BEGIN THE INPUT

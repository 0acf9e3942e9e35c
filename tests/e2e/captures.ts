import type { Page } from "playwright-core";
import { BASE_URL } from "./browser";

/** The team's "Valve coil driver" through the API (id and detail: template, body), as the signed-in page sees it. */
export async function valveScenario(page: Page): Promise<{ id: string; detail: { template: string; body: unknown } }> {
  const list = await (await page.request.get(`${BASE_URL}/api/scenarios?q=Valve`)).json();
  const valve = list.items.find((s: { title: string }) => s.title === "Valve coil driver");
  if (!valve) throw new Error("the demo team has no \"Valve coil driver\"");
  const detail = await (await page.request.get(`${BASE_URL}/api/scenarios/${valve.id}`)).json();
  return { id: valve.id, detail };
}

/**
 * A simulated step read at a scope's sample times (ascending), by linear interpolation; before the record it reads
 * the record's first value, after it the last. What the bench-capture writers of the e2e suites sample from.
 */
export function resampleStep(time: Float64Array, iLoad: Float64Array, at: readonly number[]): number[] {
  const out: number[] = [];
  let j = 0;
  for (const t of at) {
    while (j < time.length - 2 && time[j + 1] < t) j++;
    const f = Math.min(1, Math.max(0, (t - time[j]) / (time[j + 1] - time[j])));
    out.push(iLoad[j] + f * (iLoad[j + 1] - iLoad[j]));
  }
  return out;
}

END THE INPUT
BEGIN THE INPUT

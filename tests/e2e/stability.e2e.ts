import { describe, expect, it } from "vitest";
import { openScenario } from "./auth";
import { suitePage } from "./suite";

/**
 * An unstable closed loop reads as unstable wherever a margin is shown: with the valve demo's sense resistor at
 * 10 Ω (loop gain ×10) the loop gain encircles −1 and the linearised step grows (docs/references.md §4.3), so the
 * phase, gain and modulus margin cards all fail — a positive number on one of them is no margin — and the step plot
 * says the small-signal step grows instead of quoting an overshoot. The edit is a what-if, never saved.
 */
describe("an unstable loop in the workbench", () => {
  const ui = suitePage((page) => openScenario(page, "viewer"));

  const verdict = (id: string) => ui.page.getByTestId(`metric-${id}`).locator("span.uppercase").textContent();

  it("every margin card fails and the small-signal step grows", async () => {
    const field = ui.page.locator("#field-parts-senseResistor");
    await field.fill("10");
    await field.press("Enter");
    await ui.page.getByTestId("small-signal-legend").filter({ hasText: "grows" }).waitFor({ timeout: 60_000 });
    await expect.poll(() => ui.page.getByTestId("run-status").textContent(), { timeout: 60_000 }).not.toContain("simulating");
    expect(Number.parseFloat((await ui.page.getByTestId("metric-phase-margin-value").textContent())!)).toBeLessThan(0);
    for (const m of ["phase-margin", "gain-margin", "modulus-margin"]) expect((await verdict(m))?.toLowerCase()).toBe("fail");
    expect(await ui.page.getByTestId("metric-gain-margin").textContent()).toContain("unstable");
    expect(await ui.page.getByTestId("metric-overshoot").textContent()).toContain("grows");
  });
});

END THE INPUT
BEGIN THE INPUT

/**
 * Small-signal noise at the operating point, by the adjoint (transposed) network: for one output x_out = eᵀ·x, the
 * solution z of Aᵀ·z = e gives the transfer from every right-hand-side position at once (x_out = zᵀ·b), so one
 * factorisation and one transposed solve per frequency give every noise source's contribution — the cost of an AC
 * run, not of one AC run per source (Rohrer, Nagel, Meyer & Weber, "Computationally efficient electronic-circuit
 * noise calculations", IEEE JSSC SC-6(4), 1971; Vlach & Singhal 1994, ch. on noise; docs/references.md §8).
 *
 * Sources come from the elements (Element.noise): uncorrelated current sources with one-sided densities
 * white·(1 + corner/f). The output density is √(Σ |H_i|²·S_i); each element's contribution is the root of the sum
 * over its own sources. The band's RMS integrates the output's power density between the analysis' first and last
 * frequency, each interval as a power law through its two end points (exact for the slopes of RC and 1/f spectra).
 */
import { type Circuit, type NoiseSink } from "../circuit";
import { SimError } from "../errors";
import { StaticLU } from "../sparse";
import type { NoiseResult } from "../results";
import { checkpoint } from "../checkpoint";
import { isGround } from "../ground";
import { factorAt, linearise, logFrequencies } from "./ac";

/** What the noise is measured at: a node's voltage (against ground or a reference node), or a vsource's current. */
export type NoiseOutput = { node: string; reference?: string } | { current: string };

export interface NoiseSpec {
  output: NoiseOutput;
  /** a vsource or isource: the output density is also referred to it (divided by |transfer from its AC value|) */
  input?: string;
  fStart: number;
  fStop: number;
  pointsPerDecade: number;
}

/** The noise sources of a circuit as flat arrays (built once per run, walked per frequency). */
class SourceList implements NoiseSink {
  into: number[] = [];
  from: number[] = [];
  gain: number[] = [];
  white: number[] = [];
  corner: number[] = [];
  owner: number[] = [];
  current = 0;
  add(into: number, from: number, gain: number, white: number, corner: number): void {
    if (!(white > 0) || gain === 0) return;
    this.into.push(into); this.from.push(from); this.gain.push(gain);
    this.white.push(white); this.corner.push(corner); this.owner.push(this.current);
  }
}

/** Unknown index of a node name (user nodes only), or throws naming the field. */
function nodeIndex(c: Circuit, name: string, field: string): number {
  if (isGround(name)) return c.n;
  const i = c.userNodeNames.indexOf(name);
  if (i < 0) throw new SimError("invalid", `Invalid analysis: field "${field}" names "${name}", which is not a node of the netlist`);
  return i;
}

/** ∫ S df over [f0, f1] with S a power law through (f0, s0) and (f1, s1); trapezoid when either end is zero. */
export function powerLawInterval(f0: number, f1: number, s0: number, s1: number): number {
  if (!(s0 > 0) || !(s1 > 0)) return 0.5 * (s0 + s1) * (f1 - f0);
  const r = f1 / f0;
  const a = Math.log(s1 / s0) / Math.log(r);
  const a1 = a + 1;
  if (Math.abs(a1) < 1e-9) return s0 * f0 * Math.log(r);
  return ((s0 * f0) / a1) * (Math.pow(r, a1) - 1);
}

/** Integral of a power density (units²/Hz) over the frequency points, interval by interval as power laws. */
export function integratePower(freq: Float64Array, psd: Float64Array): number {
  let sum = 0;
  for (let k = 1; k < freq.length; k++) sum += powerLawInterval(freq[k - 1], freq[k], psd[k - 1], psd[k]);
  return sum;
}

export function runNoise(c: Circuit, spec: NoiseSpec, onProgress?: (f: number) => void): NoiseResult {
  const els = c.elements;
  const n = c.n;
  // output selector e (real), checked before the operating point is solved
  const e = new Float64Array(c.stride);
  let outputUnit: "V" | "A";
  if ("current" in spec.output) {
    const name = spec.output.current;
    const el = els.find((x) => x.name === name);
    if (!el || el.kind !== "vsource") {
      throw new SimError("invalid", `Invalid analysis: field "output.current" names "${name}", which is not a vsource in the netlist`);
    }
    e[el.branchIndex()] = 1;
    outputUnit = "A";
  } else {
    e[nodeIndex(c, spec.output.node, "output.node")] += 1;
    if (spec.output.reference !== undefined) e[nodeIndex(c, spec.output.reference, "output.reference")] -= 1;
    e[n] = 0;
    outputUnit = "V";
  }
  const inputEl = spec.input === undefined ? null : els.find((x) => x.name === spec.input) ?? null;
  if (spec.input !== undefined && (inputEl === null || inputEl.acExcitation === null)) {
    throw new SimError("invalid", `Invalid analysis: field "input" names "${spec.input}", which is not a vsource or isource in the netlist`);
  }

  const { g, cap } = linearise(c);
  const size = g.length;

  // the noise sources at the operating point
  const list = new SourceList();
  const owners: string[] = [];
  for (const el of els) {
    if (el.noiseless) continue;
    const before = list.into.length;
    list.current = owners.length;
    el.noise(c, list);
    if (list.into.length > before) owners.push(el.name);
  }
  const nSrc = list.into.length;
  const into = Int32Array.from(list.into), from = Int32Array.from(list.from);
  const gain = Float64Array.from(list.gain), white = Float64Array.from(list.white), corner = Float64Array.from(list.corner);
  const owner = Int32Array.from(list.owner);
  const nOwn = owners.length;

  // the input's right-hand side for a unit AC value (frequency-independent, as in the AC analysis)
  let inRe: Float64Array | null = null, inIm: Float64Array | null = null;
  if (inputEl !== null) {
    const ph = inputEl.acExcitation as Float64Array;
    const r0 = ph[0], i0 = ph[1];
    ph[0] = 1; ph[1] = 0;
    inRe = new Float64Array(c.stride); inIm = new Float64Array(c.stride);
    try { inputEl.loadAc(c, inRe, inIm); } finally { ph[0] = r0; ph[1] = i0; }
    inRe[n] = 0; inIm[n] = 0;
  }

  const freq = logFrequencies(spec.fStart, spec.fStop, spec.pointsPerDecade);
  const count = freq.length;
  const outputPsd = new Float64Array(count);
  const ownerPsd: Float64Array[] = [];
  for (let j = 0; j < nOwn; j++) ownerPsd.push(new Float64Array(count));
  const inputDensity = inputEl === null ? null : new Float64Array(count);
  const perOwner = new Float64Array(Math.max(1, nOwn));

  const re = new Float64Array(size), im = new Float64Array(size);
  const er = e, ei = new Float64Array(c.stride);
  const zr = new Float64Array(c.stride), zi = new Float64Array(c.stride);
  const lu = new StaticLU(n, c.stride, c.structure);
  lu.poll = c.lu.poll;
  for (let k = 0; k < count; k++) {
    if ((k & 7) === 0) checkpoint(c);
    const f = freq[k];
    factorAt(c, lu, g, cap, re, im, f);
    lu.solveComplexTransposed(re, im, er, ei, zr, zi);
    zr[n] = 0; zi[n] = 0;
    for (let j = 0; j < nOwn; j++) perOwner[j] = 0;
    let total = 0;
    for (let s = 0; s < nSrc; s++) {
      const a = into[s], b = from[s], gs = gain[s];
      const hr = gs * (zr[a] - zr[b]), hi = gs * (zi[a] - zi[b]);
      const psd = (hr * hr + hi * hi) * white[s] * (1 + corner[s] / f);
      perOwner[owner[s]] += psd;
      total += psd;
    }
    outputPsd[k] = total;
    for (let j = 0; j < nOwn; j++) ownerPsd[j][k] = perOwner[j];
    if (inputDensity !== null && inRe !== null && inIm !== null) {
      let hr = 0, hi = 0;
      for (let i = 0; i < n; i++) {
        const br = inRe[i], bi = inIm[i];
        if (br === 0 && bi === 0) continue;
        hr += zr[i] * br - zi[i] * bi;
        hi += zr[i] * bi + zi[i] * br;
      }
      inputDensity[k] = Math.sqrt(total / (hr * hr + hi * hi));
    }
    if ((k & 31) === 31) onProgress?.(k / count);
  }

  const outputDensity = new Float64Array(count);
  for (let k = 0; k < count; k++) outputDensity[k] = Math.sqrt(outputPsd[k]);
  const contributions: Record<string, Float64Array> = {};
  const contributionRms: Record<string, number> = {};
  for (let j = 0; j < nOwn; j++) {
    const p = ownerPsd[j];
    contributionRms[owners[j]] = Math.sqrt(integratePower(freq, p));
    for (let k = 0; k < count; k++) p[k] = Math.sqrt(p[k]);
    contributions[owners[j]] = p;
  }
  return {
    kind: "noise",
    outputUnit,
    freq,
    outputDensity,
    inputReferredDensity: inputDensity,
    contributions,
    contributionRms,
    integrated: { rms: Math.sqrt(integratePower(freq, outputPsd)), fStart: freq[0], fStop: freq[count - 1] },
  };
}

END THE INPUT

§ EXERCISE OBJECTIVE
Referring to the material above, set down exactly the lines between the line with "repository 0acf9e3942e9e35c" and the line with "export async function", inclusive, and no other lines.

§ YOUR RESPONSE
repository 0acf9e3942e9e35c
filename tests/e2e/captures.ts
import type { Page } from "playwright-core";
import { BASE_URL } from "./browser";

/** The team's "Valve coil driver" through the API (id and detail: template, body), as the signed-in page sees it. */
export async function valveScenario(page: Page): Promise<{ id: string; detail: { template: string; body: unknown } }> {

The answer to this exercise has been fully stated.